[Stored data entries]
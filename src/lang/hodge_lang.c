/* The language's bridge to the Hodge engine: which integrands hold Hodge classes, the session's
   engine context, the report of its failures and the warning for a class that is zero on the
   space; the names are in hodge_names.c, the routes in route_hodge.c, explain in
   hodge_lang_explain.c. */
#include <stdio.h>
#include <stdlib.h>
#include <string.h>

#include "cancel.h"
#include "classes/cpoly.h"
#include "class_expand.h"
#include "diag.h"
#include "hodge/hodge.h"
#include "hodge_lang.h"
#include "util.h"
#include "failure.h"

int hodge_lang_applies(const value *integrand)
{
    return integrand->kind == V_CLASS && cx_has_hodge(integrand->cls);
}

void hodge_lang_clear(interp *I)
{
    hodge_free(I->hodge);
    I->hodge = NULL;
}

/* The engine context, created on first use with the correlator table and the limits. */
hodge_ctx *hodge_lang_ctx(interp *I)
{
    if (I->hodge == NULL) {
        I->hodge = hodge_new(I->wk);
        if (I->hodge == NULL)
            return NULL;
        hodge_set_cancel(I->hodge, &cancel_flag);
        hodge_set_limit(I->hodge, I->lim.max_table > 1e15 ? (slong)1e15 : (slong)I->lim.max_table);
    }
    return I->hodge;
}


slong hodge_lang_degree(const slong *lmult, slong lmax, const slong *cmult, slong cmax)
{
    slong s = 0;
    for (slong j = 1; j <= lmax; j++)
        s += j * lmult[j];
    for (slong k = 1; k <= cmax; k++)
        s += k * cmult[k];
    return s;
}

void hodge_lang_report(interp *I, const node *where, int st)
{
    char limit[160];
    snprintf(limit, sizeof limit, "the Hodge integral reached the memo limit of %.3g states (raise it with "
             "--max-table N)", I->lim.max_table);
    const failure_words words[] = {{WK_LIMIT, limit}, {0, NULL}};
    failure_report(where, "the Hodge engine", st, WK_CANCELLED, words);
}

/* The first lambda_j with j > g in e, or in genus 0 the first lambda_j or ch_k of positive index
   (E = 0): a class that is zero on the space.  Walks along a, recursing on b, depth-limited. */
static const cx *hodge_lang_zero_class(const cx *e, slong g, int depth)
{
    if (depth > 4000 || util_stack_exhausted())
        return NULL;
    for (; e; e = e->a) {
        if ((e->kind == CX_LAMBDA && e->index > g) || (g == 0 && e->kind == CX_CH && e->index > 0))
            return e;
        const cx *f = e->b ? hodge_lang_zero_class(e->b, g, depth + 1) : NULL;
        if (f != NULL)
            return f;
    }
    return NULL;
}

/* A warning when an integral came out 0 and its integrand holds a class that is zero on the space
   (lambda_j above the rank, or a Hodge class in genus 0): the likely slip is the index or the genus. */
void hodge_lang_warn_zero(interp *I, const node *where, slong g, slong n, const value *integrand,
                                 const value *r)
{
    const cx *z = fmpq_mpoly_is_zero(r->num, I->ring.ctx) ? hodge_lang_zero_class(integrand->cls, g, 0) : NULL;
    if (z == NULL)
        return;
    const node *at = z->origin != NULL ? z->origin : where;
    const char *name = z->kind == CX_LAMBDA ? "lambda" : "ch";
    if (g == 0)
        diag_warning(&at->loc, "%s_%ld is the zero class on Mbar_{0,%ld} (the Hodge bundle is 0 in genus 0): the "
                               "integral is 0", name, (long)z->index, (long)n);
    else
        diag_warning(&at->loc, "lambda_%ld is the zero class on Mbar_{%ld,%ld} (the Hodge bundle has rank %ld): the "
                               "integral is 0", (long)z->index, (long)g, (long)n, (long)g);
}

...

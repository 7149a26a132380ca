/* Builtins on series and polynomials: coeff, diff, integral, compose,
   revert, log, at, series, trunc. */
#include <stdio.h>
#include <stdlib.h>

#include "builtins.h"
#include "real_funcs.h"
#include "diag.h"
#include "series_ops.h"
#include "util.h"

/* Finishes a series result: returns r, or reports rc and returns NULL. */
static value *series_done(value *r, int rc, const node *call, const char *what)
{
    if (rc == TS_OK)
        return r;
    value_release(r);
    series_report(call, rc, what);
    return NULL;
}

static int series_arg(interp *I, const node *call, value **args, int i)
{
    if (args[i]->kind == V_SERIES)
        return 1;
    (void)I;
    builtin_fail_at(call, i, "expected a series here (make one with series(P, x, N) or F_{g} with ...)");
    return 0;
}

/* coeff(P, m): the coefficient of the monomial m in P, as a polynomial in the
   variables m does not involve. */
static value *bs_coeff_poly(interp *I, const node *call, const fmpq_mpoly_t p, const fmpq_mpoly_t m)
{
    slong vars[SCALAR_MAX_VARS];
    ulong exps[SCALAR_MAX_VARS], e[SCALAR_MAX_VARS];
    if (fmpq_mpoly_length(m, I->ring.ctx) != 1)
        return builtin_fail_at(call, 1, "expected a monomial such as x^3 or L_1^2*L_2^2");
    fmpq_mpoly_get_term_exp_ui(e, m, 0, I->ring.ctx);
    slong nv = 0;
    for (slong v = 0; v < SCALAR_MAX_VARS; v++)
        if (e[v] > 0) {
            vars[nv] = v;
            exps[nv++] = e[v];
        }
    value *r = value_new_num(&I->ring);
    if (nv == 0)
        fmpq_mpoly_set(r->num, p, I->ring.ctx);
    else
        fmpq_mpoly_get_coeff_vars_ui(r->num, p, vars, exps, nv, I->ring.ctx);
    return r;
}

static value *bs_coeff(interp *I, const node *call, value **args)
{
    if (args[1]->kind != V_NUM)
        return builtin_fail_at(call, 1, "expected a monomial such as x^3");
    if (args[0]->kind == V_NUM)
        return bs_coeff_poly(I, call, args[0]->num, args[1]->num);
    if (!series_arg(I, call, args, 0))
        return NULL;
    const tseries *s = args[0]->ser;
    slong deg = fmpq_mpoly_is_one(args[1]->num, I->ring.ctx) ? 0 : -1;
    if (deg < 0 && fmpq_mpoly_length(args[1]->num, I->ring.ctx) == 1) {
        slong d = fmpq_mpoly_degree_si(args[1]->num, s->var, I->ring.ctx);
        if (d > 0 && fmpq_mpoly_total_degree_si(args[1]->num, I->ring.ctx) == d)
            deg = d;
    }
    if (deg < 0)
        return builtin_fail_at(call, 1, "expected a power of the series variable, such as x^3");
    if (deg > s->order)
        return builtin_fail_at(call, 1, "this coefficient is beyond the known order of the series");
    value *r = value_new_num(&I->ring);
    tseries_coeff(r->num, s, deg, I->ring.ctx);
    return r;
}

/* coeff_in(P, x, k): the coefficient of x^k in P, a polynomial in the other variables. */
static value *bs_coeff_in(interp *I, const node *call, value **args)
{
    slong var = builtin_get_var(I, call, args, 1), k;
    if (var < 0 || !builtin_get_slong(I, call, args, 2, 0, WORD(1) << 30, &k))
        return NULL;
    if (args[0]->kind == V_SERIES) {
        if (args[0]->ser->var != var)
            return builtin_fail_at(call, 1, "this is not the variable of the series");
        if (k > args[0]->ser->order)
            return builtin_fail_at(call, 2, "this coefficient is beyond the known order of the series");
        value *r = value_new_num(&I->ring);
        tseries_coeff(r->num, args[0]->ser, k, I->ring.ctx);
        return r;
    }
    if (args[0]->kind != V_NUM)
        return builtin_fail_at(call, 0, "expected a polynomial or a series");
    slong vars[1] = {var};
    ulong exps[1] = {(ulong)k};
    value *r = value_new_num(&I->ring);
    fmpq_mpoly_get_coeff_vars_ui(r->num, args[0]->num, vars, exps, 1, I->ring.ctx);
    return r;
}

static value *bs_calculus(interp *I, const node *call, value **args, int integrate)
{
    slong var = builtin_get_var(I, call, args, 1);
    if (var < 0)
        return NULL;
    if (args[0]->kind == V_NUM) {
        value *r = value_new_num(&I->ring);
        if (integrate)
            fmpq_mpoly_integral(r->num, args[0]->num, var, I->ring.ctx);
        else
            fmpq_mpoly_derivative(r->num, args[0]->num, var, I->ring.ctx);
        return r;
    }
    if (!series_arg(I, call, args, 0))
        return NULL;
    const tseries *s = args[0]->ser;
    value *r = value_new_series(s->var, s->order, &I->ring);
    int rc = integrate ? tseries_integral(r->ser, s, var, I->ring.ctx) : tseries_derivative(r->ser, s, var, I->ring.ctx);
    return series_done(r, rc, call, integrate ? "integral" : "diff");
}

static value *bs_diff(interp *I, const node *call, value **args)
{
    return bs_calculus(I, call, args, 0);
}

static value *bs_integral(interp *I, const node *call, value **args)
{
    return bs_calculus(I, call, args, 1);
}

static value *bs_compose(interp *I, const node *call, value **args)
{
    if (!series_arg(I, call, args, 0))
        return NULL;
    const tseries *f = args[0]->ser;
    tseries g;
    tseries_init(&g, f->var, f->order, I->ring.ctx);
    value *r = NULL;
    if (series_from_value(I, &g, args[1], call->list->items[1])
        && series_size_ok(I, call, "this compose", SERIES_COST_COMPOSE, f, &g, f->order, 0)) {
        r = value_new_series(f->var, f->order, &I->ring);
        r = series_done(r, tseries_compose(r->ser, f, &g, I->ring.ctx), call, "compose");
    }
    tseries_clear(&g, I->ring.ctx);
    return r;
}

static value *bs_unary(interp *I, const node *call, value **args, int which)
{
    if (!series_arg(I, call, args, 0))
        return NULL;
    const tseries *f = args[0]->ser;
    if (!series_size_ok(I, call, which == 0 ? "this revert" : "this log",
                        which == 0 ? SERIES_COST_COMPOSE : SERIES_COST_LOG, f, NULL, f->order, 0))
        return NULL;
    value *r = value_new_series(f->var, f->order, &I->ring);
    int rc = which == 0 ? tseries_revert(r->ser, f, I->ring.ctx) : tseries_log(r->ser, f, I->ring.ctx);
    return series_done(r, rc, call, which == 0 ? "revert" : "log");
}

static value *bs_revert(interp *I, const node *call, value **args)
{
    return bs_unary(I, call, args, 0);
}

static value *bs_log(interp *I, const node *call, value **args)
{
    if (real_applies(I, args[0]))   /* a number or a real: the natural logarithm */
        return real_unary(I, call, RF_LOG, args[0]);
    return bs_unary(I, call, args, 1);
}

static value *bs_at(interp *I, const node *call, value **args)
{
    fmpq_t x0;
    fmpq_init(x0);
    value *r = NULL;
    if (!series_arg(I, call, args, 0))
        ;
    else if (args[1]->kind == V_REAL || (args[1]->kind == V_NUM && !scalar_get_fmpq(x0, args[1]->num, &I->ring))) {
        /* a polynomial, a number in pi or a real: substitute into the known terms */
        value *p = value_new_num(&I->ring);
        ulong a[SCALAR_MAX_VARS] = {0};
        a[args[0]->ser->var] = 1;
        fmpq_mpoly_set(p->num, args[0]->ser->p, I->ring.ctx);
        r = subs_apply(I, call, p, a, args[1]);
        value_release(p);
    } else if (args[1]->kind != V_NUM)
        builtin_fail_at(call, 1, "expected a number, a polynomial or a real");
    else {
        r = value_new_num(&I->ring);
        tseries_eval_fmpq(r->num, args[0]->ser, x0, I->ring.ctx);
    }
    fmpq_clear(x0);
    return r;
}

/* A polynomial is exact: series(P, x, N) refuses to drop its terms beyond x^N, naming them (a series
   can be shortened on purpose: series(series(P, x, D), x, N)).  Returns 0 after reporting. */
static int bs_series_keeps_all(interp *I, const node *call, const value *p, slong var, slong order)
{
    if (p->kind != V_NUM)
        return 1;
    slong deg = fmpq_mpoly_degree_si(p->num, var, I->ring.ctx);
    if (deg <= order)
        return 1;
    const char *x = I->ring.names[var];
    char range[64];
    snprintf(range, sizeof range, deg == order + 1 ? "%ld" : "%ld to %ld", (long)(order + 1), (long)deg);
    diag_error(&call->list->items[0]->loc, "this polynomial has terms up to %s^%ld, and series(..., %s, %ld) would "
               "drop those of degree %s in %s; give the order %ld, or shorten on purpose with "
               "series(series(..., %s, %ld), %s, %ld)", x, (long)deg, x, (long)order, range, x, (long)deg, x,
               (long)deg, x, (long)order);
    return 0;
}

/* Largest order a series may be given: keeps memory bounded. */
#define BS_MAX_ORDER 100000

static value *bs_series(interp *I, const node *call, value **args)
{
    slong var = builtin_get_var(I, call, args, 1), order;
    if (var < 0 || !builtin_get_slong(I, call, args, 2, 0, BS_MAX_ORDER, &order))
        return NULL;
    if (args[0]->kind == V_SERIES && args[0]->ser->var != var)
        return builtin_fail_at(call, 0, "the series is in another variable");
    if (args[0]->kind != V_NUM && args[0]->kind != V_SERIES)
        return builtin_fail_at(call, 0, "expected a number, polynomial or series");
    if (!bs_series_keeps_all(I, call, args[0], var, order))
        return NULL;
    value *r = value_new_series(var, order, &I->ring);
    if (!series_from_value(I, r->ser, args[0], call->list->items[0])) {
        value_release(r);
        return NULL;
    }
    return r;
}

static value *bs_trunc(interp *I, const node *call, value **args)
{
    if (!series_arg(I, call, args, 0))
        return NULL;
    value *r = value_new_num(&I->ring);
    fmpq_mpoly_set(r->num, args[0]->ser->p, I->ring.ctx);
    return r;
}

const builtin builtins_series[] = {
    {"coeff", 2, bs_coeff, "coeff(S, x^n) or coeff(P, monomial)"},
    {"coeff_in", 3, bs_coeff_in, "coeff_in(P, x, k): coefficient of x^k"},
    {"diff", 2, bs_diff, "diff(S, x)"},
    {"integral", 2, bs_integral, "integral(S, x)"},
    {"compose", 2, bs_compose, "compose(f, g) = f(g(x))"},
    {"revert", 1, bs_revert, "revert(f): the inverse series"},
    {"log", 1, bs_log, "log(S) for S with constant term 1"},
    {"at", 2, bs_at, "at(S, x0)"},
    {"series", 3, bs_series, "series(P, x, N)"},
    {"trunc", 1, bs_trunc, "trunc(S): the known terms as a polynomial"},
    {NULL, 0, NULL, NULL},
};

◆ PROBLEM DESCRIPTION
Give back, exactly as written, the stretch from the line with "polynomial has terms" through the line with "a number, polynomial", and no other lines from the records above.

◆ SOLUTION TO THIS TASK
    diag_error(&call->list->items[0]->loc, "this polynomial has terms up to %s^%ld, and series(..., %s, %ld) would "
               "drop those of degree %s in %s; give the order %ld, or shorten on purpose with "
               "series(series(..., %s, %ld), %s, %ld)", x, (long)deg, x, (long)order, range, x, (long)deg, x,
               (long)deg, x, (long)order);
    return 0;
}

/* Largest order a series may be given: keeps memory bounded. */
#define BS_MAX_ORDER 100000

static value *bs_series(interp *I, const node *call, value **args)
{
    slong var = builtin_get_var(I, call, args, 1), order;
    if (var < 0 || !builtin_get_slong(I, call, args, 2, 0, BS_MAX_ORDER, &order))
        return NULL;
    if (args[0]->kind == V_SERIES && args[0]->ser->var != var)
        return builtin_fail_at(call, 0, "the series is in another variable");
    if (args[0]->kind != V_NUM && args[0]->kind != V_SERIES)
        return builtin_fail_at(call, 0, "expected a number, polynomial or series");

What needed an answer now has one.